Perché fuggiamo il vuoto, come se avessimo paura di caderci dentro, di sprofondare in un abisso?
I Rosacroce del XVII secolo dicevano “Nequaquam vacuum”, “non v’è vuoto in alcun luogo”, tutto lo spazio (sia interno che esterno a noi) pullula costantemente di vita, non è un abisso in cui dobbiamo temere di cadere. Anzi, nel silenzio vibrante di quel vuoto vengono a noi le migliori ispirazioni, come poeti e scrittori ben sanno, come gli inventori (di oggetti materiali o eventi sociali o prospettive esistenziali) hanno sempre sperimentato.
Dunque … concediamocelo!
Proprio adesso! In questi giorni a cavallo della fine dell’anno, seguendo l’esempio della Natura, che si immerge – serena e fiduciosa – nel silenzio.
Ma anche dopo, tra un momento di “negozio” e l’atro, in onore a un respiro esistenziale di cui abbiamo bisogno … come dell’aria.
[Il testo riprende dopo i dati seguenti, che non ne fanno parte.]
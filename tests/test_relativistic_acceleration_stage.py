"""The relativistic_acceleration stage: IERS Conventions (2010) (TN36) eq. 10.12 per tracking record.

* Values: stages.physics.precession.acceleration_terms_m_per_s2 (tested against TN36 eq. 10.12 in
  tests/test_precession.py) at the satellite's tabulated state, with the Earth's heliocentric state
  read from DE421 by jplephem directly (reference library; the ``de421`` fixture).
* Sizes for an orbit of a = 12 270 km, e = 0.0045 (the laser-ranging orbit of Ciufolini & Pavlis 2004,
  Nature 431, 958), bounded in closed form: Schwarzschild 3 (GM)^2/(c^2 r^3) on a circular orbit
  (TN36 eq. 10.12 with r.v = 0, v^2 = GM/r), about 2.9e-9 m/s^2; Lense-Thirring = 2 Omega_LT x v with
  G J/(c^2 r^3) <= |Omega_LT| <= 2 G J/(c^2 r^3) (Schiff 1960), a few 1e-11 m/s^2; de Sitter =
  2 Omega_dS x v, |Omega_dS| ~ 19.2 mas/yr (Bertotti, Ciufolini & Bender 1987, PRL 58, 1062; from
  memory), at most 3.4e-11 m/s^2.
"""
from __future__ import annotations

import numpy as np
import pyarrow as pa
import pyarrow.parquet as pq
import pytest

from stages.base import StageContext
from stages.physics import clock_rates as cr
from stages.physics import constants as K
from stages.physics import precession as pr
from stages.relativistic_acceleration import RelativisticAcceleration

GM = K.GM_EARTH_TT_M3_PER_S2            # TN36 Table 1.1
C2 = K.C_M_PER_S**2
G = 6.67430e-11                         # CODATA 2018
MJD = 60735                             # 2025-03-01
A, E, INC = 12_270e3, 0.0045, np.radians(109.8)


def _states(tmp_path):
    """The test's own Kepler orbit, states every 120 s over a day (TDB labels), plus a heliocentric target."""
    t = np.arange(0.0, 86400.0, 120.0)
    pos, vel, _ = cr.kepler_state(A, E, INC, 0.4, 1.0, 0.0, 0.0, t)
    n = t.size
    tab = pa.table({"target": ["SAT"] * n + ["FAR"] * n, "tdb_mjd": pa.array([MJD] * 2 * n, pa.int32()),
                    "tdb_sod_s": np.concatenate([t, t]),
                    **{f"{c}_m": np.concatenate([pos[:, k], pos[:, k] * 2e4]) for k, c in enumerate("xyz")},
                    **{f"v{c}_m_per_s": np.concatenate([vel[:, k], vel[:, k]]) for k, c in enumerate("xyz")},
                    "centre": ["earth"] * n + ["sun"] * n})
    pq.write_table(tab, tmp_path / "states.parquet")
    return t, pos, vel


def _records(targets, sod):
    n = len(sod)
    return pa.table({"target": pa.array(targets, pa.string()), "tdb_mjd": pa.array([MJD] * n, pa.int32()),
                     "tdb_sod_s": pa.array(np.asarray(sod, dtype=float))})


PARAMS = {**RelativisticAcceleration.defaults(), "spacecraft_states": "states.parquet"}


def _run(tmp_path, table, **params):
    res = RelativisticAcceleration().apply(table, {**PARAMS, **params}, StageContext("tracking", {}, base_dir=str(tmp_path)))
    return {k: np.asarray(v) for k, v in res.columns.items()}, np.asarray(res.touched), res.quarantine


def test_values_are_eq_10_12_at_the_tabulated_state(tmp_path, de421):
    t, pos, vel = _states(tmp_path)
    k = np.arange(0, t.size, 37)
    cols, touched, q = _run(tmp_path, _records(["SAT"] * k.size, t[k]))
    assert touched.all() and not q and (cols["relacc_status"] == 0).all()
    pe, ve = de421("earth", np.full(k.size, MJD), t[k])
    ps, vs = de421("sun", np.full(k.size, MJD), t[k])
    ref = pr.acceleration_terms_m_per_s2(pos[k], vel[k], GM, None, pe - ps, ve - vs)
    for term in ("schwarzschild", "lense_thirring", "de_sitter"):
        got = np.stack([cols[f"relacc_{term}_{c}_m_per_s2"] for c in "xyz"], axis=1)
        scale = np.linalg.norm(ref[term], axis=1).max()
        assert np.abs(got - ref[term]).max() < 1e-9 * scale, term   # states on the nodes: exact
        np.testing.assert_allclose(cols[f"relacc_{term}_m_per_s2"], np.linalg.norm(ref[term], axis=1), rtol=1e-9)
    np.testing.assert_allclose(cols["relacc_total_m_per_s2"], np.linalg.norm(ref["total"], axis=1), rtol=1e-9)
    # PPN parameters reach the formula (gamma = 0.5, beta = 1.5)
    g, _, _ = _run(tmp_path, _records(["SAT"], t[k[:1]]), gamma=0.5, beta=1.5)
    ref_g = pr.acceleration_terms_m_per_s2(pos[k[:1]], vel[k[:1]], GM, None, (pe - ps)[:1], (ve - vs)[:1], gamma=0.5, beta=1.5)
    assert g["relacc_schwarzschild_m_per_s2"][0] == pytest.approx(np.linalg.norm(ref_g["schwarzschild"][0]), rel=1e-9)
    assert g["relacc_lense_thirring_m_per_s2"][0] == pytest.approx(0.75 * cols["relacc_lense_thirring_m_per_s2"][0], rel=1e-9)
    # without the de Sitter term: NaN there, total = the other two
    off, _, _ = _run(tmp_path, _records(["SAT"], t[k[:1]]), de_sitter=False)
    assert np.isnan(off["relacc_de_sitter_m_per_s2"][0])
    assert off["relacc_total_m_per_s2"][0] == pytest.approx(
        np.linalg.norm(ref["schwarzschild"][0] + ref["lense_thirring"][0]), rel=1e-9)


def test_sizes_along_a_laser_ranging_orbit(tmp_path):
    t, pos, vel = _states(tmp_path)
    sod = np.arange(720) * 119.5 + 37.0                         # between the tabulated states
    cols, _, _ = _run(tmp_path, _records(["SAT"] * sod.size, sod))
    r_min, r_max = A * (1 - E), A * (1 + E)
    v_max = np.sqrt(GM * (2 / r_min - 1 / A))                  # vis-viva (common practice)
    # Schwarzschild: 3 (GM)^2/(c^2 r^3) for e = 0, within (1 +- 4 e) here; 2.8e-9 .. 3.0e-9 m/s^2
    s = cols["relacc_schwarzschild_m_per_s2"]
    circ = 3 * GM**2 / (C2 * A**3)
    assert np.all(np.abs(s / circ - 1) < 4 * E) and 2.8e-9 < circ < 3.0e-9
    # Lense-Thirring = 2 Omega_LT x v with Omega_LT = (G J/(c^2 r^3)) [3 c rhat - z], c = z.rhat (Schiff 1960):
    # for v in the orbit plane, perpendicular to rhat, |Omega_LT x vhat|^2 = (G J/(c^2 r^3))^2 (cos^2 i + 4 c^2),
    # so 2 G J v |cos i|/(c^2 r^3) <= |a_LT| <= 4 G J v/(c^2 r^3) (0.99 and 1.01: r.v is not quite 0 at e = 0.0045)
    gj = G * pr.EARTH_ANGULAR_MOMENTUM_KG_M2_PER_S / C2
    v_min = np.sqrt(GM * (2 / r_max - 1 / A))
    lt = cols["relacc_lense_thirring_m_per_s2"]
    assert lt.min() >= 0.99 * 2 * gj * v_min * abs(np.cos(INC)) / r_max**3
    assert lt.max() <= 1.01 * 4 * gj * v_max / r_min**3
    assert 1e-11 < lt.max() < 1e-10
    # de Sitter = 2 Omega_dS x v: at most 2 |Omega_dS| v, and as v turns in the orbit plane it comes within
    # sampling of that maximum; |Omega_dS| = 19.2 mas/yr (from memory) within +-4 % over the year (R^(-5/2),
    # the Earth's orbital eccentricity 0.0167): between 18 and 20 mas/yr
    ds = cols["relacc_de_sitter_m_per_s2"]
    per_mas_yr = 1.0 / pr.MAS_PER_RAD / pr.JULIAN_YEAR_S
    assert 0.99 * 2 * 18.0 * per_mas_yr * v_min <= ds.max() <= 2 * 20.0 * per_mas_yr * v_max


def test_other_targets_pass_untouched_and_missing_states_are_flagged(tmp_path):
    _states(tmp_path)
    table = _records(["FAR", "NOBODY", "SAT", "SAT", None], [600.0, 600.0, 90000.0, 600.0, 600.0])
    cols, touched, q = _run(tmp_path, table)
    assert cols["relacc_status"].tolist() == [1, 1, 2, 0, 1]
    assert touched.tolist() == [False, False, True, True, False]
    assert not q
    for name, col in cols.items():
        if name != "relacc_status":
            assert np.isnan(col[[0, 1, 2, 4]]).all() and np.isfinite(col[3]), name


def test_orbit_catalogue_bodies_and_the_surface(tmp_path):
    # A body of the orbit catalogue (elements, TT epoch) at a record's TDB epoch: the same as the element
    # model at TT = TDB - (TDB - TT); a body below the surface is flagged, not quarantined; a body of
    # another central body is not an Earth satellite.
    from stages.physics import time_scales as tsp
    from stages.physics.orbit_catalogue import elements_state, load_orbit_catalogue

    (tmp_path / "orbits.toml").write_text("""format = "relcorr-orbits/1"
[orbits.ELT]
semi_major_axis_m = 12270000.0
eccentricity = 0.0045
inclination_deg = 109.8
raan_deg = 10.0
argument_of_perigee_deg = 20.0
mean_anomaly_deg = 5.0
elements_epoch_tt = 2025-03-01T00:00:00
[orbits.DIP]
semi_major_axis_m = 6000000.0
eccentricity = 0.0
inclination_deg = 10.0
raan_deg = 0.0
argument_of_perigee_deg = 0.0
mean_anomaly_deg = 0.0
elements_epoch_tt = 2025-03-01T00:00:00
[central_bodies.CO]
gm_m3_per_s2 = 1.0e20
radius_m = 1.0e4
spin_parameter = 0.5
[orbits.AWAY]
central_body = "CO"
semi_major_axis_m = 1.0e8
eccentricity = 0.0
inclination_deg = 10.0
raan_deg = 0.0
argument_of_perigee_deg = 0.0
mean_anomaly_deg = 0.0
elements_epoch_tt = 2025-03-01T00:00:00
""")
    params = {**RelativisticAcceleration.defaults(), "orbits": "orbits.toml", "de_sitter": False}
    ctx = StageContext("tracking", {}, base_dir=str(tmp_path))
    res = RelativisticAcceleration().apply(_records(["ELT", "DIP", "AWAY"], [5000.0] * 3), params, ctx)
    cols = {k: np.asarray(v) for k, v in res.columns.items()}
    assert cols["relacc_status"].tolist() == [0, 3, 1]
    m, s = np.array([MJD]), np.array([5000.0])
    tt_m, tt_s = tsp.add_seconds(m, s, -tsp.tdb_minus_tt_s(m, s))
    cat = load_orbit_catalogue(tmp_path / "orbits.toml")
    j = int(cat.index(["ELT"])[0])
    pos, vel = elements_state(cat, j, cat.seconds_since_start(j, tt_m, tt_s))
    ref = pr.acceleration_terms_m_per_s2(pos, vel, GM)
    assert cols["relacc_schwarzschild_m_per_s2"][0] == pytest.approx(np.linalg.norm(ref["schwarzschild"][0]), rel=1e-12)
    assert cols["relacc_lense_thirring_m_per_s2"][0] == pytest.approx(np.linalg.norm(ref["lense_thirring"][0]), rel=1e-12)
    assert RelativisticAcceleration().validate(RelativisticAcceleration.defaults(), ctx)  # neither file: a config error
Alla faccia di Catone il censore! E di tutti quelli che sostengono che “se non è utile e produttivo è tempo perso”!
Concludo con un breve estratto di una mia amica social, la “Raccontadina”, che nel narrare una sua piccola-grande presa di coscienza mi ha fatto riflettere – una volta di più – sulla sterilità del ritmo esistenziale in cui siamo assuefatti a vivere. “Mentre ero ferma al semaforo, durante le consegne della verdura, un pettirosso per strada saltava su e giù dal marciapiede. Proprio così, su e giù, come i bambini, come chi è felice, come chi. Non so come è andata a finire perché mi hanno suonato, perché c’è sempre la fretta e io non lo so, quel finale. Per saperlo avrei dovuto aspettarlo. Manchiamo tutte le fini perché siamo sempre in cerca di nuovi inizi, ma è in fondo, proprio all’ultimo istante di quel momento, che potremmo avere la chiave per la serratura successiva. E invece no, non si aprono mai le porte, solo perché non abbiamo aspettato la chiave”.
Che ne dite, proviamo a fare altrimenti, nel prossimo anno?